Spring visits can leave you battling muddy, near-impassable trails, while winter makes the remote site dangerously inaccessible.

Whatever season you choose, cemetery etiquette matters here. You’re walking among real graves, many belonging to children who died tragically.

Respect the headstones, leave nothing behind, and take nothing with you — especially if you believe the witch’s curse carries any truth.

What Should You Bring for a Remote Cemetery Visit?

prepare for remote exploration

Packing smart separates a memorable visit from a miserable one. Pere Cheney’s sandy trails and remote location demand preparation before you arrive.

  1. Navigation tools – Download offline maps; cell service is unreliable deep in Crawford County’s backwoods.
  2. Sturdy footwear – Loose sand and uneven terrain make ankle support essential for reaching the cemetery entrance.
  3. Ghost hunting gear – Bring an EVP recorder, flashlight, and fully charged camera to document any unexplained activity.
  4. Water and insect repellent – Michigan summers are humid and buggy; stay comfortable during your exploration.
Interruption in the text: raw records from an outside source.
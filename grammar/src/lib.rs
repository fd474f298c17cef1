//! sheaf worksheet grammar: a pest grammar and a parser that turns worksheet
//! text into a spanned AST ([`ast`]). No I/O.

pub mod ast;
mod format;
mod parser;

pub use ast::*;

/// Deepest nesting accepted in one expression: parentheses, calls, fields,
/// prefix operators (`-`, `not`), powers, comparisons and `if` each add a
/// level; a left-associative chain (`a + b + c + ...`, `p and q and ...`) is
/// one level however many operands it has. Deeper input is rejected with a
/// located error instead of exhausting the stack.
pub const MAX_NESTING: usize = 256;

/// Most operands of one left-associative chain (`a + b - c + ...`,
/// `a * b / c`, `p and q and ...`). Interim: the grammar builds, formats
/// and drops any chain without recursion, but the engine's checker and
/// evaluator still recurse once per operand; raise this when they do not.
pub const MAX_CHAIN_OPERANDS: usize = 1024;

/// Largest worksheet accepted (64 MiB); a larger one is refused with an
/// error located at the first byte past the limit.
pub const MAX_SOURCE_BYTES: usize = 64 << 20;

/// Longest statement (logical line, continuations included) accepted
/// (1 MiB); a longer one is refused with an error located at its start.
pub const MAX_STATEMENT_BYTES: usize = 1 << 20;

/// A syntax error: where, and what was expected, in words.
#[derive(Clone, Debug, PartialEq)]
pub struct ParseError {
    pub span: Span,
    pub message: String,
}

/// 1-based line and column (in characters) of a byte offset. A line ends
/// at LF, CR LF or a lone CR (as in the parser).
pub fn line_col(src: &str, offset: usize) -> (usize, usize) {
    let mut offset = offset.min(src.len());
    while !src.is_char_boundary(offset) {
        offset -= 1;
    }
    let before = &src.as_bytes()[..offset];
    let (line, line_start) = if !before.contains(&b'\r') {
        // Common case, kept fast (callers may ask for many offsets).
        let lf = before.iter().filter(|b| **b == b'\n').count();
        let start = before
            .iter()
            .rposition(|b| *b == b'\n')
            .map_or(0, |i| i + 1);
        (lf + 1, start)
    } else {
        let mut line = 1;
        let mut line_start = 0;
        for (i, &b) in before.iter().enumerate() {
            if b == b'\n' || (b == b'\r' && src.as_bytes().get(i + 1) != Some(&b'\n')) {
                line += 1;
                line_start = i + 1;
            }
        }
        (line, line_start)
    };
    let col = src.get(line_start..offset).map_or(0, |s| s.chars().count()) + 1;
    (line, col)
}

/// Parses a whole worksheet. Every bad statement (logical line) yields one
/// error; all of them are returned, in source order.
pub fn parse(src: &str) -> Result<Worksheet, Vec<ParseError>> {
    parser::parse_statements(src).map(|statements| Worksheet { statements })
}

/// Parses one expression (for `sheaf eval "EXPR"`). Spans are offsets into
/// `src`.
pub fn parse_expr(src: &str) -> Result<Expr, ParseError> {
    parser::parse_expr(src)
}

/// Parses a unit (for `--in UNIT` and the like) with the annotation rules:
/// spaces allowed anywhere, a space between factors multiplies and binds
/// tighter than `*` and `/` (`kJ/kg K` = kJ/(kg K)), `1` allowed (`1/s`).
pub fn parse_unit(src: &str) -> Result<UnitExpr, ParseError> {
    parser::parse_unit(src)
}

/// Formats a worksheet in the canonical layout (`sheaf fmt`).
pub fn format(src: &str) -> Result<String, Vec<ParseError>> {
    format::format(src)
}

pub use parser::KEYWORDS;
Practice solid cemetery etiquette by staying on pathways, never touching headstones, and leaving everything exactly as you found it.

Respecting the site keeps it accessible for every future visitor who makes the journey.
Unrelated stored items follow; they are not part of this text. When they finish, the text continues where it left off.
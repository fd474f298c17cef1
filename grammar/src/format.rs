//! Canonical layout of a worksheet (`sheaf fmt`).
//!
//! The layout, decided here and documented for users:
//! - one statement per line; continuation lines are joined;
//! - one space around `=` and around the binary operators `+ - * / ^` and
//!   the comparison in a check; unary minus is written tight (`-x`);
//! - calls as `f(a, b, name: value)`: no spaces inside parentheses, `, `
//!   between arguments, `name: value` for named arguments, no trailing comma;
//! - field access tight (`st1.h`);
//! - parentheses are kept exactly where they were written (none added, none
//!   removed); a unary `+` is dropped;
//! - a number and its unit are separated by exactly one space; the unit text
//!   is kept as written (after a number it has no spaces at its top level by
//!   the grammar; runs of blanks inside parentheses become one space);
//! - a unit annotation is written `NAME: UNIT = ...` (like a named argument),
//!   the unit text as written with runs of blanks reduced to one space;
//! - a single space before a description string and before a trailing
//!   `// comment` (both kept);
//! - headings as `#`/`##`/`###`, one space, the text; notes (`>`) and
//!   comments (`//`) verbatim;
//! - leading indentation and trailing whitespace removed, runs of blank lines
//!   collapsed to one, no blank lines at the start or end, and the file ends
//!   with exactly one newline (an empty worksheet formats to an empty file);
//! - strings are re-written from their value with the two escapes `\"` and
//!   `\\`, which reproduces what was written.

use crate::ParseError;
use crate::ast::*;
use crate::parser::parse_lines_norm;

pub(crate) fn format(src: &str) -> Result<String, Vec<ParseError>> {
    let (norm, lines) = parse_lines_norm(src)?;
    let f = Fmt { norm: &norm };
    let mut out = String::with_capacity(src.len() + 16);
    let mut pending_blank = false;
    for line in &lines {
        if line.stmt.kind == StatementKind::Blank {
            pending_blank = !out.is_empty();
            continue;
        }
        if pending_blank {
            out.push('\n');
            pending_blank = false;
        }
        f.statement(&line.stmt, &mut out);
        if let Some(c) = line.trailing_comment {
            out.push(' ');
            out.push_str(c.slice(&norm).trim_end());
        }
        out.push('\n');
    }
    Ok(out)
}

struct Fmt<'a> {
    /// Source with continuations blanked (same offsets as the original).
    norm: &'a str,
}

fn collapse_ws(s: &str) -> String {
    s.split_whitespace().collect::<Vec<_>>().join(" ")
}

fn push_string(value: &str, out: &mut String) {
    out.push('"');
    for c in value.chars() {
        if c == '"' || c == '\\' {
            out.push('\\');
        }
        out.push(c);
    }
    out.push('"');
}

impl Fmt<'_> {
    fn statement(&self, st: &Statement, out: &mut String) {
        match &st.kind {
            StatementKind::Heading { level, text } => {
                for _ in 0..*level {
                    out.push('#');
                }
                if !text.is_empty() {
                    out.push(' ');
                    out.push_str(text);
                }
            }
            StatementKind::Note { .. } | StatementKind::Comment { .. } => {
                out.push_str(st.span.slice(self.norm).trim());
            }
            StatementKind::Meta { key, value } => {
                out.push_str("meta ");
                out.push_str(&key.name);
                out.push_str(" = ");
                push_string(&value.value, out);
            }
            StatementKind::Input {
                name,
                value,
                description,
            } => {
                out.push_str("input ");
                out.push_str(&name.name);
                out.push_str(" = ");
                self.expr(value, out);
                self.description(description, out);
            }
            StatementKind::Define {
                name,
                unit,
                value,
                description,
            } => {
                out.push_str(&name.name);
                if let Some(u) = unit {
                    out.push_str(": ");
                    out.push_str(&collapse_ws(u.span.slice(self.norm)));
                }
                out.push_str(" = ");
                self.expr(value, out);
                self.description(description, out);
            }
            StatementKind::Check {
                left,
                op,
                right,
                description,
                ..
            } => {
                out.push_str("check ");
                self.expr(left, out);
                out.push(' ');
                out.push_str(op.symbol());
                out.push(' ');
                self.expr(right, out);
                self.description(description, out);
            }
            StatementKind::Blank => {}
        }
    }

    fn description(&self, d: &Option<StringLit>, out: &mut String) {
        if let Some(d) = d {
            out.push(' ');
            push_string(&d.value, out);
        }
    }

    /// Recursion depth is bounded: the parser never builds a tree deeper
    /// than `MAX_NESTING`.
    fn expr(&self, e: &Expr, out: &mut String) {
        match &e.kind {
            ExprKind::Number { text, unit, .. } => {
                out.push_str(text);
                if let Some(u) = unit {
                    out.push(' ');
                    out.push_str(&collapse_ws(u.span.slice(self.norm)));
                }
            }
            ExprKind::Str(s) => push_string(s, out),
            ExprKind::Name(n) => out.push_str(n),
            ExprKind::Neg(x) => {
                out.push('-');
                self.expr(x, out);
            }
            ExprKind::Binary { op, left, right } => {
                self.expr(left, out);
                out.push(' ');
                out.push_str(op.symbol());
                out.push(' ');
                self.expr(right, out);
            }
            ExprKind::Call { func, args } => {
                out.push_str(&func.name);
                out.push('(');
                for (i, a) in args.iter().enumerate() {
                    if i > 0 {
                        out.push_str(", ");
                    }
                    if let Some(n) = &a.name {
                        out.push_str(&n.name);
                        out.push_str(": ");
                    }
                    self.expr(&a.value, out);
                }
                out.push(')');
            }
            ExprKind::Field { base, field } => {
                self.expr(base, out);
                out.push('.');
                out.push_str(&field.name);
            }
            ExprKind::Paren(x) => {
                out.push('(');
                self.expr(x, out);
                out.push(')');
            }
        }
    }
}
Other Michigan Ghost Towns Worth Adding to Your Route

Michigan’s Upper and Lower Peninsulas hide dozens of forgotten settlements that rival Pere Cheney for atmosphere and history, so if you’re already making the drive north, it’s worth stretching your route to catch a few more.

Fayette, a preserved iron-smelting town on the Upper Peninsula’s Garden Peninsula, offers stunning bay views alongside its haunted history of industrial-era workers.
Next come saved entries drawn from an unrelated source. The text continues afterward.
/// [`check`] with the names of used worksheets (`use`).
pub fn check_with(
    ws: &Worksheet,
    src: &str,
    externals: &Externals,
    imports: &Imports,
) -> Result<Checked, Vec<Diagnostic>> {
    let mut diags = Vec::new();
    let mut nodes: Vec<Node> = Vec::new();
    let mut names: HashMap<String, usize> = HashMap::default();
    let mut exprs: Vec<Option<(&Expr, Option<&UnitExpr>)>> = Vec::new();
    let mut gauge = GaugeRef::standard();
    let mut uses_gauge = false;
    let prefixes: HashMap<&str, bool> = imports
        .prefixes
        .iter()
        .map(|(p, ok)| (p.as_str(), *ok))
        .collect();
    let mut prefix_spans: HashMap<&str, Span> = HashMap::default();

    // 0. Names of used worksheets come first.
    for im in &imports.names {
        if let Some(n) = &im.name {
            names.insert(n.clone(), nodes.len());
        }
        nodes.push(Node {
            kind: im.kind,
            name: im.name.as_ref().map(|n| Ident {
                name: n.clone(),
                span: im.span,
            }),
            stmt: im.stmt,
            ty: im.ty,
            display: im.display.clone(),
            code: Code::Absent,
            deps: Vec::new(),
            expr_span: im.span,
            description: im.description.clone(),
            operands: Vec::new(),
            warnings: Vec::new(),
        });
        exprs.push(None);
    }

    // 1. Collect named nodes and checks.
    for (i, stmt) in ws.statements.iter().enumerate() {
        let (kind, name, value, unit, desc) = match &stmt.kind {
            StatementKind::Input {
                name,
                value,
                description,
            } => (NodeKind::Input, Some(name), value, None, description),
            StatementKind::Define {
                name,
                unit,
                value,
                description,
            } => (
                NodeKind::Computed,
                Some(name),
                value,
                unit.as_ref(),
                description,
            ),
            StatementKind::Check { cond, description } => {
                (NodeKind::Check, None, cond, None, description)
            }
            // Checked after the nodes (whatif_statements).
            StatementKind::Case { .. }
            | StatementKind::Sweep { .. }
            | StatementKind::Find { .. } => continue,
            StatementKind::Use { prefix, .. } => {
                if let Some(&first) = prefix_spans.get(prefix.name.as_str()) {
                    diags.push(
                        Diagnostic::error(
                            format!("the prefix `{}` is used twice", prefix.name),
                            prefix.span,
                        )
                        .with_secondary(first, "first used here")
                        .with_note("help: give each used worksheet its own prefix"),
                    );
                } else {
                    prefix_spans.insert(prefix.name.as_str(), prefix.span);
                }
                continue;
            }
            StatementKind::Gauge { value, description } => {
                if let Some(first) = gauge.span {
                    diags.push(
                        Diagnostic::error("a worksheet has one `gauge` reference", value.span)
                            .with_label("second `gauge`")
                            .with_secondary(first, "the reference is set here")
                            .with_note("help: remove one of them"),
                    );
                    continue;
                }
                match gauge_value(value, src) {
                    Ok(si) => {
                        gauge = GaugeRef {
                            si,
                            text: Some(normalise_unit_text(value.span.slice(src))),
                            description: description.as_ref().map(|d| d.value.clone()),
                            span: Some(stmt.span),
                        };
                    }
                    Err(ds) => {
                        diags.extend(ds);
                        gauge.span = Some(stmt.span);
                    }
                }
                continue;
            }
            _ => continue,
        };
        if let Some(n) = name {
            if let Some(&first) = prefix_spans.get(n.name.as_str()) {
                diags.push(
                    Diagnostic::error(
                        format!("`{}` is the prefix of a used worksheet", n.name),
                        n.span,
                    )
                    .with_secondary(first, "used here")
                    .with_note("help: rename the value or the prefix"),
                );
                continue;
            }
            if let Some(&prev) = names.get(&n.name) {
                let prev_span = nodes[prev].name.as_ref().map_or(n.span, |p| p.span);
                diags.push(
                    Diagnostic::error(format!("`{}` is defined twice", n.name), n.span)
                        .with_label("second definition")
                        .with_secondary(prev_span, "first defined here")
                        .with_note("help: names are unique in a worksheet; rename one of them"),
                );
                continue;
            }
            if builtins::constant(&n.name).is_some() {
                diags.push(
                    Diagnostic::error(
                        format!(
                            "`{}` is a built-in constant and cannot be redefined",
                            n.name
                        ),
                        n.span,
                    )
                    .with_note("help: choose another name"),
                );
                continue;
            }
            names.insert(n.name.clone(), nodes.len());
        }
        let expr_span = value.span;
        nodes.push(Node {
            kind,
            name: name.cloned(),
            stmt: i,
            ty: Ty::Error,
            display: DisplayUnit::Auto,
            code: Code::Absent,
            deps: Vec::new(),
            expr_span,
            description: desc.as_ref().map(|d: &StringLit| d.value.clone()),
            operands: Vec::new(),
            warnings: Vec::new(),
        });
        exprs.push(Some((value, unit)));
    }
    // A prefix named by a `use` that the model did not hand in (a second
    // use of one prefix) still counts as a prefix.
    let mut prefixes = prefixes;
    for p in prefix_spans.keys() {
        prefixes.entry(p).or_insert(false);
    }
    let rx = Resolve {
        names: &names,
        prefixes: &prefixes,
    };

    // 2. Dependencies (by name), unknown names.
    let mut all_deps: Vec<Vec<usize>> = Vec::with_capacity(nodes.len());
    let mut refs = Vec::new();
    // Built once: suggestions for every unknown name stay bounded.
    let suggester = name_suggester(&names);
    for e in &exprs {
        let Some((value, _)) = e else {
            all_deps.push(Vec::new());
            continue;
        };
        refs.clear();
        collect_names(value, &rx, &mut refs);
        let mut deps = Vec::new();
        for (name, span) in &refs {
            if let Some(&j) = names.get(name.as_ref()) {
                if !deps.contains(&j) {
                    deps.push(j);
                }
            } else if let Some(d) = rx.unknown(name, *span, &suggester) {
                diags.push(d);
            }
        }
        all_deps.push(deps);
    }

    // 3. Order; cycles.
    let order = graph::topo_order(&all_deps);
    for (node, deps) in nodes.iter_mut().zip(all_deps) {
        node.deps = deps;
    }
    let order = match order {
        Ok(o) => o,
        Err(cycle) => {
            let refs_of = |i: usize| {
                let mut refs = Vec::new();
                if let Some((e, _)) = exprs[i] {
                    collect_names(e, &rx, &mut refs);
                }
                refs
            };
            diags.push(cycle_diagnostic(&cycle, &nodes, &names, refs_of));
            return Err(diags);
        }
    };

    // 4. Types and code, in dependency order.
    let mut cx = Checker {
        src,
        names: &names,
        types: vec![Ty::Error; nodes.len()],
        displays: vec![None; nodes.len()],
        display_of: vec![DisplayUnit::Auto; nodes.len()],
        diags: Vec::new(),
        operands: None,
        warnings: Vec::new(),
        input_nodes: nodes.iter().map(|n| n.kind == NodeKind::Input).collect(),
        input_consts: vec![None; nodes.len()],
        unit_cache: HashMap::default(),
        externals,
        gauge: gauge.si,
        uses_gauge: false,
        prefixes: !prefixes.is_empty(),
    };
    for &i in &order {
        let Some((value, unit)) = exprs[i] else {
            cx.types[i] = nodes[i].ty;
            cx.display_of[i] = nodes[i].display.clone();
            continue;
        };
        let node_kind = nodes[i].kind;
        let (ty, code, display) = match node_kind {
            NodeKind::Check => {
                cx.operands = Some(Vec::new());
                let (ty, code) = cx.condition(value);
                nodes[i].operands = cx.operands.take().unwrap_or_default();
                (ty, code, DisplayUnit::Auto)
            }
            NodeKind::Input | NodeKind::Computed => {
                let (ty, code) = cx.expr(value);
                let (display, written) =
                    cx.display_unit(ty, value, unit, node_kind == NodeKind::Input);
                cx.displays[i] = written;
                if node_kind == NodeKind::Input {
                    cx.input_consts[i] = const_value(&code);
                }
                (ty, code, display)
            }
        };
        cx.types[i] = ty;
        cx.display_of[i] = display.clone();
        nodes[i].warnings = std::mem::take(&mut cx.warnings);
        nodes[i].ty = ty;
        nodes[i].code = code;
        nodes[i].display = display;
    }
    let whatif = whatif_statements(&mut cx, ws, &nodes, &order);
    diags.extend(cx.diags);
    uses_gauge |= cx.uses_gauge;
    if diags.is_empty() {
        Ok(Checked {
            nodes,
            order,
            names,
            whatif,
            gauge,
            uses_gauge,
            imports: imports.names.len(),
        })
    } else {
        diags.sort_by_key(|d| d.span().map_or(0, |s| s.start));
        Err(diags)
    }
}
Shelldrake, near Tahquamenon Falls, gives you crumbling riverside structures perfect for ghost town photography.

Closer to Pere Cheney, the remnants of Deward, another lumber settlement in Crawford County, tell a strikingly similar story of boom-and-bust timber culture.

Each stop adds texture to your road trip, letting you trace Michigan’s forgotten past across open highways without doubling back on yourself unnecessarily.

Frequently Asked Questions

Is There an Admission Fee to Visit Pere Cheney Cemetery?

You don’t pay an admission fee to explore Pere Cheney Cemetery’s rich cemetery history, but you’re expected to practice proper visitor etiquette — respect the grounds, honor the spirits, and leave everything undisturbed.

Are Pets Allowed at the Pere Cheney Cemetery Grounds?

Once home to 1,500 residents, Pere Cheney’s knowledge base doesn’t specify pet etiquette or cemetery rules about animals. You’ll want to contact local Beaver Creek Township authorities directly to confirm current pet policies before visiting.

Can You Legally Take Photographs Inside the Cemetery?

You can legally take photographs at Pere Cheney Cemetery, but you’ll want to practice proper photography etiquette and cemetery respect — capturing the eerie atmosphere while honoring the spirits and history resting within its haunted grounds.

Is Pere Cheney Cemetery Accessible to Visitors With Disabilities?

Unfortunately, you’ll find Pere Cheney Cemetery lacks accessible pathways for visitors with disabilities. Loose sand trails demand four-wheel drive or walking, and limited cemetery maintenance means uneven terrain makes wheelchair access extremely challenging to navigate independently.

Are Guided Tours of Pere Cheney Cemetery Available to Book?

No official guided tours are available, but you’ll discover cemetery history through independent guided exploration. You’re free to wander this eerie, abandoned site yourself, uncovering its haunting past between 9 a.m. and sunset on moonless nights.

References

Jason Smith

About the Author

Jason Smith

Jason Smith is a US Marine Veteran, Senior IT Administrator with 30+ years in technology and automation, and the published author of 115 ghost town books available on Amazon. He has spent years researching America's forgotten settlements and built this site to catalog over 3,800 ghost towns across all 50 states.